CentriMo is based on the observation that the positional distribution of binding sites matching the direct-binding motif tends to be unimodal, well centered and maximal in the precise center of the ChIP-seq peak regions.
CentriMo takes a set of sequences and plots the occurrence of motifs relative to the ChIP-seq peak.
Motifs that occur exclusively at the peak provide good evidence of direct binding, while motifs that do not occur in a consistent position relative to the peak may not bind directly.

==Motif cluster search==
===MCAST===
Motif Cluster Alignment and Search Tool (MCAST) is a tool for searching a sequence database for statistically significant clusters of non-overlapping occurrences of a set of motifs.
Such clusters may represent regulatory modules.

==Motif comparison==
===TOMTOM===
Tomtom is a tool for comparing a DNA motif to a database of known motifs.
TOMTOM searches for statistically significantly similar motifs to the query motif.
TOMTOM is useful for determining whether a discovered motif is novel or is a variation of a known motif.

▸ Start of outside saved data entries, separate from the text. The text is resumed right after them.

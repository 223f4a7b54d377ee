"""A full run of a draft: as a job, its result kept with the step it was run at."""

import json
import sqlite3
from contextlib import closing
from dataclasses import asdict
from typing import Any

from curvebank import recipe
from curvebank.errors import SheetError

from . import desk_drafts, desk_file, desk_results, documents
from .bank_access import settings_of
from .jobs import Job
from .problems import Problem
from .services import Services


def start(services: Services, db: sqlite3.Connection, draft_id: str) -> Job:
    """Queue a run of the draft's head. A run of that step that is under way is returned as it is."""
    draft = desk_drafts.row_of(db, draft_id)
    step = draft["head"]
    doc = desk_drafts.doc_at(db, draft_id, step)
    recipe_bytes = recipe.to_bytes(doc)
    key = documents.page_key(doc, draft["sheet_sha256"])
    try:
        page_info = asdict(services.pages.info(key)) if key else None
    except (SheetError, Problem):
        page_info = None  # the result will say what is wrong with the sheet
    arguments = {
        "desk": str(services.desk),
        "bank": str(services.bank),
        "cache": str(services.cache),
        "doc": recipe_bytes,
        "page": tuple(key) if key else None,
        "page_info": page_info,
        "settings": settings_of(services.bank),
    }

    def keep(job: Job, value: dict[str, Any]) -> None:
        with closing(desk_file.connect(services.desk)) as own:
            desk_results.put(own, draft_id, step, recipe=recipe_bytes, **value)
        job.result_url = f"/api/drafts/{draft_id}/result?step={step}"

    return services.jobs.submit("run", f"run:{draft_id}:{step}", arguments, on_done=keep)


def result_text(db: sqlite3.Connection, draft_id: str, step: int | None) -> str:
    """The result document of a step (default: the head) as JSON text, or a 404 that names the nearest earlier result."""
    draft = desk_drafts.row_of(db, draft_id)
    wanted = draft["head"] if step is None else step
    desk_drafts.doc_at(db, draft_id, wanted)
    row = desk_results.get(db, draft_id, wanted)
    if row is None:
        nearest = desk_results.nearest(db, draft_id, wanted)
        detail = "This step was not run yet. Run the sheet to see its curves and findings."
        raise Problem(404, "not-run", "Not run yet", detail, step=wanted, nearest=nearest)
    saved = [s for s in desk_results.saved(db, draft_id) if s["step"] == wanted]
    head = json.dumps({"step": wanted, "at": row["at"], "saved": saved})
    return f'{head[:-1]}, "result": {row["result"]}, "family": {row["family"]}}}'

==Motif function analysis==
===GOMO===
Gene Ontology for MOtifs (GOMO) is a tool for identifying possible roles for DNA binding motifs.
It does so by comparing genes the motif occurs upstream of to a Gene Ontology database.
If the motif occurs statistically significantly upstream of genes related to a particular function (for example, lactose digestion), it suggests that the transcription factor that binds the motif may regulate that function (for example, by promoting transcription of proteins that digest lactose).